While I'm always all in favor of paying off any debt, anywhere, of any type, when it comes to scoring, it's only TU98 that worries about HELOC balances. And since fewer and fewer lenders pull TU98 FICO's, it might not necessarily be #1 on your personal financial to-do list. ![]()
thank you very much for that really good information.
@Anonymous wrote:Sorry for the delayed response:
Under Loan Type- Home Equity Loan
Account type- Overdraft / Reserve Checking
Under Credit at a glance it shows under Mortgages.
Very confusing.
Another thing when I go to use Fico Estimator, if I show paying off my CCs it does not give me much of a bounce , but if I show paying my ccs and my Heloc then it gives me a big bounce because it says I have a very large revolving balance due to the Heloc.
Do you think I would get a bounce if I pay off only the CCs down below 9%?
Thanks,
This is precisely the way that my HELOC is described on my TU report.

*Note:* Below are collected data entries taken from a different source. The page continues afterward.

/* Substitution and the shape of polynomials: subs(P, m, v) replaces the
   variable or monomial m by v (exact when v is a number or polynomial, a real
   when v is a real and nothing but pi remains), degree(P, x) and
   coefficients(P, x). There is no imaginary unit: evaluation at L = 2 pi i of a
   polynomial even in L is subs(P, L^2, -4*pi^2). */
#include <stdlib.h>

#include "builtins.h"
#include "real_funcs.h"
#include "scalar_arb.h"
#include "util.h"

/* Reads argument i as a monomial with coefficient 1 in the declared variables
   (x, L_1^2, x*y^2), its exponents into a; 0 after reporting. */
static int subs_get_monomial(interp *I, const node *call, value **args, int i, ulong *a)
{
    const value *m = args[i];
    fmpq_t c;
    fmpq_init(c);
    int ok = m->kind == V_NUM && fmpq_mpoly_length(m->num, I->ring.ctx) == 1;
    if (ok) {
        fmpq_mpoly_get_term_coeff_fmpq(c, m->num, 0, I->ring.ctx);
        fmpq_mpoly_get_term_exp_ui(a, m->num, 0, I->ring.ctx);
        ok = fmpq_is_one(c) && a[SCALAR_PI] == 0 && a[SCALAR_PINV] == 0 && !fmpq_mpoly_is_fmpq(m->num, I->ring.ctx);
    }
    fmpq_clear(c);
    if (!ok)
        builtin_fail_at(call, i, "expected a formal variable or a monomial in them, such as L_1 or L_1^2 (coefficient "
                                 "1, no pi)");
    return ok;
}

/* How many times the monomial a divides the exponent vector e. */
static ulong subs_times(const ulong *e, const ulong *a)
{
    ulong j = WORD_MAX;
    for (int v = 0; v < SCALAR_PINV; v++)
        if (a[v] > 0 && e[v] / a[v] < j)
            j = e[v] / a[v];
    return j;
}

/* Splits p = sum_j R[j] m^j with no R[j] divisible by m; returns the number of
   parts (max j + 1) and sets *R to a new array of that many polynomials (the
   caller clears and frees them). */
static slong subs_split(interp *I, const fmpq_mpoly_t p, const ulong *a, fmpq_mpoly_struct **R)
{
    slong len = fmpq_mpoly_length(p, I->ring.ctx), parts = 1;
    ulong *e = xcalloc(SCALAR_MAX_VARS, sizeof(ulong));
    for (slong t = 0; t < len; t++) {
        fmpq_mpoly_get_term_exp_ui(e, p, t, I->ring.ctx);
        if ((slong)subs_times(e, a) + 1 > parts)
            parts = (slong)subs_times(e, a) + 1;
    }
    *R = xcalloc((size_t)parts, sizeof(fmpq_mpoly_struct));
    for (slong j = 0; j < parts; j++)
        fmpq_mpoly_init(*R + j, I->ring.ctx);
    fmpq_t c;
    fmpq_init(c);
    for (slong t = 0; t < len; t++) {
        fmpq_mpoly_get_term_exp_ui(e, p, t, I->ring.ctx);
        fmpq_mpoly_get_term_coeff_fmpq(c, p, t, I->ring.ctx);
        ulong j = subs_times(e, a);
        for (int v = 0; v < SCALAR_PINV; v++)
            e[v] -= j * a[v];
        fmpq_mpoly_push_term_fmpq_ui(*R + j, c, e, I->ring.ctx);
    }
    for (slong j = 0; j < parts; j++) {
        fmpq_mpoly_sort_terms(*R + j, I->ring.ctx);
        fmpq_mpoly_combine_like_terms(*R + j, I->ring.ctx);
    }
    fmpq_clear(c);
    free(e);
    return parts;
}

static void subs_free_parts(interp *I, fmpq_mpoly_struct *R, slong parts)
{
    for (slong j = 0; j < parts; j++)
        fmpq_mpoly_clear(R + j, I->ring.ctx);
    free(R);
}

/* Exact: r = sum_j R[j] v^j by Horner's rule. */
static value *subs_exact(interp *I, fmpq_mpoly_struct *R, slong parts, const fmpq_mpoly_t v)
{
    value *r = value_new_num(&I->ring);
    for (slong j = parts - 1; j >= 0; j--) {
        fmpq_mpoly_mul(r->num, r->num, v, I->ring.ctx);
        fmpq_mpoly_add(r->num, r->num, R + j, I->ring.ctx);
        scalar_normalise(r->num, &I->ring);
    }
    return r;
}

/* A real: every part must be a number in pi once m is replaced; Horner in balls. */
static value *subs_real(interp *I, const node *call, fmpq_mpoly_struct *R, slong parts, const value *v)
{
    for (slong j = 0; j < parts; j++)
        if (!scalar_is_pi_only(R + j, &I->ring))
            return builtin_fail_at(call, 0, "substituting a real needs the other formal variables gone first (a "
                                            "real cannot hold a variable): substitute them too");
    slong prec = real_work_prec(I);
    if (!arb_is_exact(v->re) && arb_rel_accuracy_bits(v->re) + 32 > prec)
        prec = arb_rel_accuracy_bits(v->re) + 32;
    value *r = value_new_real(&I->ring);
    arb_t c;
    arb_init(c);
    for (slong j = parts - 1; j >= 0; j--) {
        arb_mul(r->re, r->re, v->re, prec);
        scalar_get_arb(c, R + j, &I->ring, prec);
        arb_add(r->re, r->re, c, prec);
    }
    arb_clear(c);
    return r;
}

value *subs_apply(interp *I, const node *call, const value *p, const ulong *a, const value *v)
{
    fmpq_mpoly_struct *R;
    slong parts = subs_split(I, p->num, a, &R);
    value *r = v->kind == V_REAL ? subs_real(I, call, R, parts, v) : subs_exact(I, R, parts, v->num);
    subs_free_parts(I, R, parts);
    return r;
}

/* subs_lengths with exact arguments: one composition (FLINT), every other variable kept. */
static value *subs_lengths_exact(interp *I, const node *call, const value *p, const int *vars, slong n,
                                 value **args)
{
    slong nv = fmpq_mpoly_ctx_nvars(I->ring.ctx);
    fmpq_mpoly_struct *gens = flint_malloc((size_t)nv * sizeof(fmpq_mpoly_struct));
    fmpq_mpoly_struct **C = flint_malloc((size_t)nv * sizeof(fmpq_mpoly_struct *));
    for (slong k = 0; k < nv; k++) {
        fmpq_mpoly_init(gens + k, I->ring.ctx);
        fmpq_mpoly_gen(gens + k, k, I->ring.ctx);
        C[k] = gens + k;
    }
    for (slong i = 0; i < n; i++)
        C[vars[i]] = args[i]->num;
    value *r = value_new_num(&I->ring);
    if (fmpq_mpoly_compose_fmpq_mpoly(r->num, p->num, C, I->ring.ctx, I->ring.ctx))
        scalar_normalise(r->num, &I->ring);
    else {
        value_release(r);
        r = builtin_fail_at(call, -1, "the exponents of this substitution are too large");
    }
    for (slong k = 0; k < nv; k++)
        fmpq_mpoly_clear(gens + k, I->ring.ctx);
    flint_free(gens);
    flint_free(C);
    return r;
}

/* out = p at the real point a[0..n) of the variables vars[0..n): Horner in the first variable
   over values of the parts, each by the same rule in the others. Returns 0 after reporting
   when a variable other than these (or pi) remains. */
static int subs_lengths_arb(interp *I, const node *call, arb_t out, const fmpq_mpoly_t p, const int *vars,
                            slong n, arb_srcptr a, slong prec)
{
    if (n == 0) {
        if (!scalar_is_pi_only(p, &I->ring)) {
            builtin_fail_at(call, -1, "with a real argument the value is a real, which cannot hold the other formal "
                               "variables: substitute them first");
            return 0;
        }
        scalar_get_arb(out, p, &I->ring, prec);
        return 1;
    }
    ulong e[SCALAR_MAX_VARS] = {0};
    e[vars[0]] = 1;
    fmpq_mpoly_struct *R;
    slong parts = subs_split(I, p, e, &R);
    int ok = 1;
    arb_t c;
    arb_init(c);
    arb_zero(out);
    for (slong j = parts - 1; j >= 0 && ok; j--) {
        arb_mul(out, out, a, prec);
        ok = subs_lengths_arb(I, call, c, R + j, vars + 1, n - 1, a + 1, prec);
        arb_add(out, out, c, prec);
    }
    arb_clear(c);
    subs_free_parts(I, R, parts);
    return ok;
}

/* subs_lengths with a real argument: every argument a number (a real, or exact in pi). */
static value *subs_lengths_real(interp *I, const node *call, const value *p, const int *vars, slong n,
                                value **args)
{
    slong prec = real_work_prec(I);
    for (slong i = 0; i < n; i++) {
        if (args[i]->kind == V_NUM && !scalar_is_pi_only(args[i]->num, &I->ring))
            return builtin_fail_at(call, (int)i, "with a real argument every argument must be a number (this one "
                                                 "holds a formal variable)");
        if (args[i]->kind == V_REAL && !arb_is_exact(args[i]->re) && arb_rel_accuracy_bits(args[i]->re) + 32 > prec)
            prec = arb_rel_accuracy_bits(args[i]->re) + 32;
    }
    arb_ptr a = _arb_vec_init(n);
    for (slong i = 0; i < n; i++)
        if (args[i]->kind == V_REAL)
            arb_set(a + i, args[i]->re);
        else
            scalar_get_arb(a + i, args[i]->num, &I->ring, prec);
    value *r = value_new_real(&I->ring);
    if (!subs_lengths_arb(I, call, r->re, p->num, vars, n, a, prec)) {
        value_release(r);
        r = NULL;
    }
    _arb_vec_clear(a, n);
    return r;
}

value *subs_lengths(interp *I, const node *call, const value *p, const int *vars, slong n, value **args)
{
    int real = 0;
    for (slong i = 0; i < n; i++) {
        if (args[i]->kind == V_REAL)
            real = 1;
        else if (args[i]->kind != V_NUM)
            return builtin_fail_at(call, (int)i, "an argument of a volume polynomial must be a number, a "
                                                 "polynomial or a real");
    }
    if (p->kind != V_NUM)
        return builtin_fail_at(call, -1, "only a polynomial can be evaluated at these arguments");
    return real ? subs_lengths_real(I, call, p, vars, n, args) : subs_lengths_exact(I, call, p, vars, n, args);
}

/* subs(P, m, v): P with the monomial m replaced by v. */
static value *builtin_subs(interp *I, const node *call, value **args)
{
    ulong a[SCALAR_MAX_VARS];
    if (args[0]->kind == V_LIST) {
        if (!subs_get_monomial(I, call, args, 1, a))
            return NULL;
        value *r = value_new_list(args[0]->len, &I->ring);
        for (slong i = 0; i < args[0]->len; i++) {
            value *item[3] = {args[0]->items[i], args[1], args[2]};
            if (!(r->items[i] = builtin_subs(I, call, item))) {
                value_release(r);
                return NULL;
            }
        }
        return r;
    }
    if (args[0]->kind != V_NUM)
        return builtin_fail_at(call, 0, "subs() takes a number, a polynomial or a list of them (a series: trunc it "
                                        "first)");
    if (!subs_get_monomial(I, call, args, 1, a))
        return NULL;
    if (args[2]->kind != V_NUM && args[2]->kind != V_REAL)
        return builtin_fail_at(call, 2, "the value substituted must be a number, a polynomial or a real");
    return subs_apply(I, call, args[0], a, args[2]);
}

/* degree(P, x): the degree of P in the variable x (-1 for P = 0). */
static value *builtin_degree(interp *I, const node *call, value **args)
{
    if (args[0]->kind != V_NUM)
        return builtin_fail_at(call, 0, "degree() takes a number or a polynomial");
    slong x = builtin_get_var(I, call, args, 1);
    if (x < 0)
        return NULL;
    if (fmpq_mpoly_is_zero(args[0]->num, I->ring.ctx))
        return value_new_si(&I->ring, -1);
    return value_new_si(&I->ring, fmpq_mpoly_degree_si(args[0]->num, x, I->ring.ctx));
}

/* coefficients(P, x): [c_0, ..., c_d] with P = sum c_k x^k, d the degree in x. */
static value *builtin_coefficients(interp *I, const node *call, value **args)
{
    if (args[0]->kind != V_NUM)
        return builtin_fail_at(call, 0, "coefficients() takes a number or a polynomial");
    slong x = builtin_get_var(I, call, args, 1);
    if (x < 0)
        return NULL;
    ulong a[SCALAR_MAX_VARS] = {0};
    a[x] = 1;
    fmpq_mpoly_struct *R;
    slong parts = subs_split(I, args[0]->num, a, &R);
    value *r = value_new_list(parts, &I->ring);
    for (slong j = 0; j < parts; j++) {
        r->items[j] = value_new_num(&I->ring);
        fmpq_mpoly_swap(r->items[j]->num, R + j, I->ring.ctx);
    }
    subs_free_parts(I, R, parts);
    return r;
}

/* The transforms of a polynomial P in b, term by term (R[j] the coefficient of b^j):
   gauss (kind 0): b^(2k) -> 4^k k! t^k, i.e. (1/(2t)) int_0^inf b P(b) e^(-b^2/(4t)) db;
   resolvent (kind 1): b^j -> (j+1)! t^(j+2), i.e. int_0^inf b P(b) e^(-b z) db with t = 1/z. */
static value *transform_apply(interp *I, const node *call, value **args, int kind)
{
    const char *name = kind == 0 ? "gauss_transform" : "resolvent_transform";
    if (args[0]->kind != V_NUM) {
        char *msg = xasprintf("%s() takes a number or a polynomial", name);
        builtin_fail_at(call, 0, msg);
        free(msg);
        return NULL;
    }
    slong b = builtin_get_var(I, call, args, 1), t = b < 0 ? -1 : builtin_get_var(I, call, args, 2);
    if (t < 0)
        return NULL;
    if (t == b || fmpq_mpoly_degree_si(args[0]->num, t, I->ring.ctx) > 0)
        return builtin_fail_at(call, 2, "the new variable must be another one, absent from the polynomial");
    ulong a[SCALAR_MAX_VARS] = {0};
    a[b] = 1;
    fmpq_mpoly_struct *R;
    slong parts = subs_split(I, args[0]->num, a, &R);
    value *r = value_new_num(&I->ring);
    fmpq_mpoly_t m;
    fmpz_t c, f;
    fmpq_mpoly_init(m, I->ring.ctx);
    fmpz_init(c);
    fmpz_init(f);
    for (slong j = 0; j < parts && r; j++) {
        if (fmpq_mpoly_is_zero(R + j, I->ring.ctx))
            continue;
        if (kind == 0 && j % 2) {
            value_release(r);
            r = builtin_fail_at(call, 0, "gauss_transform() needs a polynomial even in its variable (V_{g,n} is)");
            break;
        }
        ulong e[SCALAR_MAX_VARS] = {0};
        e[t] = kind == 0 ? (ulong)j / 2 : (ulong)j + 2;
        if (kind == 0) {
            fmpz_fac_ui(f, (ulong)j / 2);
            fmpz_one(c);
            fmpz_mul_2exp(c, c, (ulong)j);   /* 4^k = 2^(2k) = 2^j */
            fmpz_mul(c, c, f);
        } else {
            fmpz_fac_ui(c, (ulong)j + 1);
        }
        fmpq_t q;
        fmpq_init(q);
        fmpz_set(fmpq_numref(q), c);
        fmpq_mpoly_zero(m, I->ring.ctx);
        fmpq_mpoly_set_coeff_fmpq_ui(m, q, e, I->ring.ctx);
        fmpq_clear(q);
        fmpq_mpoly_mul(m, m, R + j, I->ring.ctx);
        fmpq_mpoly_add(r->num, r->num, m, I->ring.ctx);
    }
    fmpq_mpoly_clear(m, I->ring.ctx);
    fmpz_clear(c);
    fmpz_clear(f);
    subs_free_parts(I, R, parts);
    return r;
}

static value *builtin_gauss(interp *I, const node *call, value **args)
{
    return transform_apply(I, call, args, 0);
}

static value *builtin_resolvent(interp *I, const node *call, value **args)
{
    return transform_apply(I, call, args, 1);
}

const builtin builtins_subs[] = {
    {"gauss_transform", 3, builtin_gauss, "gauss_transform(P, b, t): b^(2k) -> 4^k k! t^k, (1/2t) int_0^inf b P e^(-b^2/4t) db"},
    {"resolvent_transform", 3, builtin_resolvent, "resolvent_transform(P, b, u): b^j -> (j+1)! u^(j+2), int_0^inf b P e^(-bz) db at u = 1/z"},
    {"subs", 3, builtin_subs, "subs(P, m, v): P with the variable or monomial m (L_1, L_1^2) replaced by v"},
    {"degree", 2, builtin_degree, "degree(P, x): the degree of P in x (-1 for 0)"},
    {"coefficients", 2, builtin_coefficients, "coefficients(P, x): [c_0, ..., c_d] with P = sum c_k x^k"},
    {NULL, 0, NULL, NULL},
};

I also have a balance of about $79,000 on my HELOC, with a CL of $98,000. But my HELOC has never been flagged as causing my revolving balance to be too high.
To clarify, it's on the "Understanding Your Score" page that you get this revolving-is-too-high comment, correct? If so, I'd be inclined to ignore the comment, because it's not really part of your credit report and it appears to be scored and classified as mortgage debt on your actual TU credit report. I also suspect that in your case the FICO simulator won't model your future score very well, since it sees your HELOC as revolving. My prediction is that if you pay your CC balances down to low utilization, you'll see a score increase, but despite this you will still get that too-high comment on the UYS page.
Very confusing. I agree.
Yes, Lel, that is where the notation is about my revolving debt being too high.
thanks for all your input, I think I understand now.
Best of luck.
I guess we add this to the list of FICO Scoring Mysteries
Some argue that HELOCs with certain characteristics count as revolving for scoring purposes on TU 98 but not TU04. Some that they do not but the "unofficial" indfo provided with the score makes it seem like that.
In my own case I see 30 point swings or so in my MYFICO TU score (which is 98) based on hoe the info is coded anfd it changes frequently.
All sides have reasonable arguments and i am not arguing for or against any of them at this time but it is curiosu.